WORK TO COMPLETE
Search the records below for "collector"; copy each line that has it.

RECORDS TO USE
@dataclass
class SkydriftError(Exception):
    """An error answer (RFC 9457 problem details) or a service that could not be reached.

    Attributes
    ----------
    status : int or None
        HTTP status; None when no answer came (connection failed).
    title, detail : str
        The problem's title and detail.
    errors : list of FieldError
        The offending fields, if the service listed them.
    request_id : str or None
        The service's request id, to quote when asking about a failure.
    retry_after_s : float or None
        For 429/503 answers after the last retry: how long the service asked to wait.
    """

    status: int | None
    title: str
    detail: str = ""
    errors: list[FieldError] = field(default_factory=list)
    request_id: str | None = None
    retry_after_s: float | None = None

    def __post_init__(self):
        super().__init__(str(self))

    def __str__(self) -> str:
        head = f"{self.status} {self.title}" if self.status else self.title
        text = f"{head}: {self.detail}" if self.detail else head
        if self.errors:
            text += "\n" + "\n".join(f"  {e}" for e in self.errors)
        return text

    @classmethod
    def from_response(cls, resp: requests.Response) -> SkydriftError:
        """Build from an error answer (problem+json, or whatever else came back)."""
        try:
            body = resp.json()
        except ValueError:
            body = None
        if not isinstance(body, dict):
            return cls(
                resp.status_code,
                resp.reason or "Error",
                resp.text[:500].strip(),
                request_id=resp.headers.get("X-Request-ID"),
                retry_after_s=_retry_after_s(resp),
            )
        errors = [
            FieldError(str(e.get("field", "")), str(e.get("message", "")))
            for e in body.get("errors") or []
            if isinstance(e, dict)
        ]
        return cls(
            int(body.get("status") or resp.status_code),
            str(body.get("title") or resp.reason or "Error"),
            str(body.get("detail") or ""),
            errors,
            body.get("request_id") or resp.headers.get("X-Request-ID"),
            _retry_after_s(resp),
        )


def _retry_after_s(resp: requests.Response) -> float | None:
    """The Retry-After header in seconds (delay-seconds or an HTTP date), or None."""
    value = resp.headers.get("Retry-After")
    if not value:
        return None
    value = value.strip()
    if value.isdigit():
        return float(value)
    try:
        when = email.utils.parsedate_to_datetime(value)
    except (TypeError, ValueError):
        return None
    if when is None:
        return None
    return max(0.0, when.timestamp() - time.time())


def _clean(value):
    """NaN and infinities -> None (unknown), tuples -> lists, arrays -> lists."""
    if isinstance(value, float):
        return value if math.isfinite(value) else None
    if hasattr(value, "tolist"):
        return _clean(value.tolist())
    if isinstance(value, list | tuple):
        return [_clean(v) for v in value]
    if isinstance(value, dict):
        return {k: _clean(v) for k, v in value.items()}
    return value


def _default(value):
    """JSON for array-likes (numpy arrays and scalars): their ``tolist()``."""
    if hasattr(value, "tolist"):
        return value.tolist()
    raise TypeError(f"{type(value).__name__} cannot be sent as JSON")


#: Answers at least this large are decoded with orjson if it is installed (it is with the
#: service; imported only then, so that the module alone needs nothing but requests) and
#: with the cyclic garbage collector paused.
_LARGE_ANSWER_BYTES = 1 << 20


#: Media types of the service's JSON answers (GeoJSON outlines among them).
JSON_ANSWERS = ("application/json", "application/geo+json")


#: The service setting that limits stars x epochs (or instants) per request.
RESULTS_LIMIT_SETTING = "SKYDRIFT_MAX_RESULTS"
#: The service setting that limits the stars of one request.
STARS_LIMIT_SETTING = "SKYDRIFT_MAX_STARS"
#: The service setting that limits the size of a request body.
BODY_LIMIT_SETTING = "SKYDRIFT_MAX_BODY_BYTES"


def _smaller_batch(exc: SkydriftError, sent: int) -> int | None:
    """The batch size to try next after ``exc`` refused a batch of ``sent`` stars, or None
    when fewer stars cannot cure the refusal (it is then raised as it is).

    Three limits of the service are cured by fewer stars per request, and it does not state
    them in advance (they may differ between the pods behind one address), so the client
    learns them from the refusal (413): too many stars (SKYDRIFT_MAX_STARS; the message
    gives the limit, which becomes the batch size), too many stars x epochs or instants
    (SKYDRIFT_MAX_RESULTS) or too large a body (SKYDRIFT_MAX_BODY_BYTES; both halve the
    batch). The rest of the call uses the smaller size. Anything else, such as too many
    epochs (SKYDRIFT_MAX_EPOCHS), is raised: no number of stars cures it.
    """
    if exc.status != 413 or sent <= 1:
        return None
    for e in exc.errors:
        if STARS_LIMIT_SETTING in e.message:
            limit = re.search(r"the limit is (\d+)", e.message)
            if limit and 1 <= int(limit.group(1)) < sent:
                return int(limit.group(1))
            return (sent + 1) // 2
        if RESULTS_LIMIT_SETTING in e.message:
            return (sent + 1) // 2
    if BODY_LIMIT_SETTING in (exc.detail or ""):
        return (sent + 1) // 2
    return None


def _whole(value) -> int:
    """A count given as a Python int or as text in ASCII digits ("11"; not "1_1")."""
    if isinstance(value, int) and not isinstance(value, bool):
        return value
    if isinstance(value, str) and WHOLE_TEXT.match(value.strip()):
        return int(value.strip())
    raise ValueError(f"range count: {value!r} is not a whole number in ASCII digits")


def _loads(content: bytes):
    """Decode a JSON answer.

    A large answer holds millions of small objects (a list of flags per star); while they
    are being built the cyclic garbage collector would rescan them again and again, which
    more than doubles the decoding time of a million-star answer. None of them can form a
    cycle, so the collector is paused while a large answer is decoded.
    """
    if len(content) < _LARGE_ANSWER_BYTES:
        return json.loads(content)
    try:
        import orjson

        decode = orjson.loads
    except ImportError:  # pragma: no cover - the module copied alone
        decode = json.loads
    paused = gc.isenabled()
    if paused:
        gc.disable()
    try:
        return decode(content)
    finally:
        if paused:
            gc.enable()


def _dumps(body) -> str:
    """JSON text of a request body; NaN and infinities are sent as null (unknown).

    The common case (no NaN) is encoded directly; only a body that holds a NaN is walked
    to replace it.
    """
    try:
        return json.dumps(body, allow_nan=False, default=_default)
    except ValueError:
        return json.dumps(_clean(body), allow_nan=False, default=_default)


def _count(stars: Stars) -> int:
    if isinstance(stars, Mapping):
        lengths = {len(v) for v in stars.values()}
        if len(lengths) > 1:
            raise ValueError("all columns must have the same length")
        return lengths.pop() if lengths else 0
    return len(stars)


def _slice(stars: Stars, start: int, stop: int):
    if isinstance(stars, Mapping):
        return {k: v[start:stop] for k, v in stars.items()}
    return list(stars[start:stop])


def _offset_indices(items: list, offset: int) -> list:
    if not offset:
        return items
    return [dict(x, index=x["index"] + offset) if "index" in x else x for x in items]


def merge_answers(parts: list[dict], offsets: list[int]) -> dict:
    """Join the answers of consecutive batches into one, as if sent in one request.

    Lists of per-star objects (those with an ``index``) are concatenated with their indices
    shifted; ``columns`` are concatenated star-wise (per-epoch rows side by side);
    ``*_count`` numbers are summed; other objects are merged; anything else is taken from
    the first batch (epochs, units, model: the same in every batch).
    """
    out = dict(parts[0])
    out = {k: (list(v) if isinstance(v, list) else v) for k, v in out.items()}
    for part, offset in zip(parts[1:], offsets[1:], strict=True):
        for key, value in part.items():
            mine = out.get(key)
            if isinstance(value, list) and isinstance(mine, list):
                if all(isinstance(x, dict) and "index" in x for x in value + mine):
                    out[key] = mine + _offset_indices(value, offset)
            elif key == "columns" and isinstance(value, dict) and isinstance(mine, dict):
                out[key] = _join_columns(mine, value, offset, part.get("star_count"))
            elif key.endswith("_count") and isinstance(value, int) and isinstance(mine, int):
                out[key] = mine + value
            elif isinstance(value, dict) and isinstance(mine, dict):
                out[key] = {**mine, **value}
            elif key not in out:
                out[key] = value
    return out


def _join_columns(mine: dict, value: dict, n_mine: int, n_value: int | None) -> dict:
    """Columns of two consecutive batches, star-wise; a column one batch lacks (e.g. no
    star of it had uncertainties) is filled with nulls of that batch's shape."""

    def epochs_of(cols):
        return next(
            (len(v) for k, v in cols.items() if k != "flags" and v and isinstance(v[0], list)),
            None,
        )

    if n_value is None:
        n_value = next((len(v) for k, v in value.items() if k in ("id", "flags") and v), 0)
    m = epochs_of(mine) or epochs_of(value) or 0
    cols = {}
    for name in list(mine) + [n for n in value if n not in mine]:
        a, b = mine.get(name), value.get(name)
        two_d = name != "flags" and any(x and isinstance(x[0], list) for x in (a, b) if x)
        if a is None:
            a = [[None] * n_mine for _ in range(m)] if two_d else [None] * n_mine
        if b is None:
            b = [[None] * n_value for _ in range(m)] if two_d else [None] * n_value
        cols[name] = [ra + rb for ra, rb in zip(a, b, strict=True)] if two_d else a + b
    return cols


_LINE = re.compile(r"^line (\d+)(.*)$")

* * *

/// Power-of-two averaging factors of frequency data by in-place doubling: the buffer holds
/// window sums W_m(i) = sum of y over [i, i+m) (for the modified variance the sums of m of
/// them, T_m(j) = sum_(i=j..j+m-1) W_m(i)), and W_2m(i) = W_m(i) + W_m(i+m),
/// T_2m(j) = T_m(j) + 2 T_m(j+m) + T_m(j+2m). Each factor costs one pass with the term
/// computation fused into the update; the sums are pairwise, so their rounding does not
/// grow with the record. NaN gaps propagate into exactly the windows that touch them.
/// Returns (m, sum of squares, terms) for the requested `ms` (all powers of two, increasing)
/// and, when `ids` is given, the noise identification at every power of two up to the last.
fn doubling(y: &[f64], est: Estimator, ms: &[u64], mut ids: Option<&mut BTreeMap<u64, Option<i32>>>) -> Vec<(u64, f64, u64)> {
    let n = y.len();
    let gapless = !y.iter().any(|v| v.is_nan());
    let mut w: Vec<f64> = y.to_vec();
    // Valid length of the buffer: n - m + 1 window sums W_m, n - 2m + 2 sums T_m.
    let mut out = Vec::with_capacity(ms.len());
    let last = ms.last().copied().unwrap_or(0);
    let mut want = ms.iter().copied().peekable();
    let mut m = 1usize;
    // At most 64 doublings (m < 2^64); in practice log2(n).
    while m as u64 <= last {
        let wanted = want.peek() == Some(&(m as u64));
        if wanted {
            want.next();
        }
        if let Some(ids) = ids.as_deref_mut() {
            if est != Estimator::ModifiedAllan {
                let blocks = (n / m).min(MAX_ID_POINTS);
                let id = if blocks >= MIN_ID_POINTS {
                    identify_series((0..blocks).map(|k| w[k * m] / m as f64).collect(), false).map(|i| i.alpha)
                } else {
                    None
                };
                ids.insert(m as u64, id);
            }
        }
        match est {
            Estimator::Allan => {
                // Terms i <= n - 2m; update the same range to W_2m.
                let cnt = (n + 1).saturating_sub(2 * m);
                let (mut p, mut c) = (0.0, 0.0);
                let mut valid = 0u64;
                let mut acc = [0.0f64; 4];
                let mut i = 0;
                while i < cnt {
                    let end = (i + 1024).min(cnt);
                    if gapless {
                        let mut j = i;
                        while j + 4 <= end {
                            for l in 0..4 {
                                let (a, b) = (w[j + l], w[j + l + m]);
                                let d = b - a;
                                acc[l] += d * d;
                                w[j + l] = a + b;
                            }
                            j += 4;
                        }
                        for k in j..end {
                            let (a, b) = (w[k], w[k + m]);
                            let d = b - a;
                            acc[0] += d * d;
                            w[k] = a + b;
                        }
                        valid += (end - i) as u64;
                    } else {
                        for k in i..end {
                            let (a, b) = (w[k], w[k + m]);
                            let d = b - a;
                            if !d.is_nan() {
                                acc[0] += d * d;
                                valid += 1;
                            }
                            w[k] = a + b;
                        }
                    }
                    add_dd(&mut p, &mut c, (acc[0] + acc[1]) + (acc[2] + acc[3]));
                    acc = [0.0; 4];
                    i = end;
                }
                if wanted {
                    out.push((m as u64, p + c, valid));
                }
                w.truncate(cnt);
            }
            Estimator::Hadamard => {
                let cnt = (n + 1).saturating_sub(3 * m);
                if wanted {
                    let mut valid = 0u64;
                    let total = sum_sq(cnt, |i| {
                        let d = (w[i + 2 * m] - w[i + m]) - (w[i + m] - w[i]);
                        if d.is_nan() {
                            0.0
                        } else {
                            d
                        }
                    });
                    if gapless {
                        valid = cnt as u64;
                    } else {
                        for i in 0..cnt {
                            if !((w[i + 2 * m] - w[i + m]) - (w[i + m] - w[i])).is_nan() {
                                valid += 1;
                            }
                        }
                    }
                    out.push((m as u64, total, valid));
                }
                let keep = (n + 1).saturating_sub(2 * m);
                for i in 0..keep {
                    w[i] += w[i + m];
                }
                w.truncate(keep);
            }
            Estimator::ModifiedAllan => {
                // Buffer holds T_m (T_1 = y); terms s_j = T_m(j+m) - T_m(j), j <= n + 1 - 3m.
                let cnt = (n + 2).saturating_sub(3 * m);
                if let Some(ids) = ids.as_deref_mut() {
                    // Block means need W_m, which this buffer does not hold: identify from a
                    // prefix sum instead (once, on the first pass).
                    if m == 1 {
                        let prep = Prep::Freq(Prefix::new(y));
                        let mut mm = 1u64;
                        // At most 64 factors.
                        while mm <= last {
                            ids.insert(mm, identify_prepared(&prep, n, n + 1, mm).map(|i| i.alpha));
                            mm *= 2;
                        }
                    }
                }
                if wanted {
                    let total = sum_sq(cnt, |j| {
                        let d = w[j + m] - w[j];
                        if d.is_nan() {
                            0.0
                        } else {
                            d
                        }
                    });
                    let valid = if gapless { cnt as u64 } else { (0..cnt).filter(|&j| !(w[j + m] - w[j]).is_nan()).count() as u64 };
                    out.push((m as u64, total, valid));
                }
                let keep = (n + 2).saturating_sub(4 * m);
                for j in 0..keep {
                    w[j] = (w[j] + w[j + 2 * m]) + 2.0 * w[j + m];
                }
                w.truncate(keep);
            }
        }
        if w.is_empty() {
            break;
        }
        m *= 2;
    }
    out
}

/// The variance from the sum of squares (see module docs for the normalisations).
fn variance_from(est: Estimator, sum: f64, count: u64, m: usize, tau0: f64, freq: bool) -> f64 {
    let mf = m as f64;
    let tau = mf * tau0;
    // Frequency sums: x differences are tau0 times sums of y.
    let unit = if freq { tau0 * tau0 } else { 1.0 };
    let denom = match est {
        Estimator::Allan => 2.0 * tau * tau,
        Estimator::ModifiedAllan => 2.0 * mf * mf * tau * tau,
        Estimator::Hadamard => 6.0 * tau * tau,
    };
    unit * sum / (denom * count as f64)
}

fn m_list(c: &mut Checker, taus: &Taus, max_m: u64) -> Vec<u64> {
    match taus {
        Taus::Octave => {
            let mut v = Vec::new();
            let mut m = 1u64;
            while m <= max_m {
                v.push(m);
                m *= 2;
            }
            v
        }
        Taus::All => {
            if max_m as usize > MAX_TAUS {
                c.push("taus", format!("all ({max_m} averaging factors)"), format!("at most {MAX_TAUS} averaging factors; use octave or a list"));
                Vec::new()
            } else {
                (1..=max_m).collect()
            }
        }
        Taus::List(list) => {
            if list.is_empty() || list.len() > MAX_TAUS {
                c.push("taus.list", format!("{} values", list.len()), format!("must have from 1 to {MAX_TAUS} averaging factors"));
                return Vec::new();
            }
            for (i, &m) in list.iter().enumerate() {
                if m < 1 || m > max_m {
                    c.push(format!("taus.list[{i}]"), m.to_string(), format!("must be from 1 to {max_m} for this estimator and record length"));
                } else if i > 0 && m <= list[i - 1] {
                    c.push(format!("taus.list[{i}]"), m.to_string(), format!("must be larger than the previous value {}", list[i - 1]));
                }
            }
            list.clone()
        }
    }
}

...

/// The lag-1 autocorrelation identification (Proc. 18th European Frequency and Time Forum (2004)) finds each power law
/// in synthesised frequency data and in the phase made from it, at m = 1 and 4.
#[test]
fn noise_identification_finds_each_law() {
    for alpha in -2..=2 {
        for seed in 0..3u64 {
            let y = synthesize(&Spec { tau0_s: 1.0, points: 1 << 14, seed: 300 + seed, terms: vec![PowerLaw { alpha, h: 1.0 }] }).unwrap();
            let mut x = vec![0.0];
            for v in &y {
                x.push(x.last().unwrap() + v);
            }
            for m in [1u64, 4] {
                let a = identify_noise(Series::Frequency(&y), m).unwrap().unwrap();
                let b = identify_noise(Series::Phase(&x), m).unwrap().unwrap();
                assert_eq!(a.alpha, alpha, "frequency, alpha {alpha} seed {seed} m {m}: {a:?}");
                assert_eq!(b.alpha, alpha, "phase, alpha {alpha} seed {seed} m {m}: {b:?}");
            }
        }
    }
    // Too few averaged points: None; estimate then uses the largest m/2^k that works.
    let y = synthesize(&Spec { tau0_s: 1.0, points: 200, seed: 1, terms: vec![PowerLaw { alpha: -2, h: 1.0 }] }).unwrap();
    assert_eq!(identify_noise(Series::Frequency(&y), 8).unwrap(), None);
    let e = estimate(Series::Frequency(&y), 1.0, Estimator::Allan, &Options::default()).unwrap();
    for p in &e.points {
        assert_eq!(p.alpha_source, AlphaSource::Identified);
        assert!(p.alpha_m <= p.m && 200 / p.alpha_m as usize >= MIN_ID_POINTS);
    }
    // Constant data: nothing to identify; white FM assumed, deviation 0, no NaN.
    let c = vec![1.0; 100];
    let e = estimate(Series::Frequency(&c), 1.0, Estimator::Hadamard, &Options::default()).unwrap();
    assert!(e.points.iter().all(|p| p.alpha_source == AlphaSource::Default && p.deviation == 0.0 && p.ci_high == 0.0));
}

SOLUTION FOR THIS TASK
#: with the cyclic garbage collector paused.
    are being built the cyclic garbage collector would rescan them again and again, which
    cycle, so the collector is paused while a large answer is decoded.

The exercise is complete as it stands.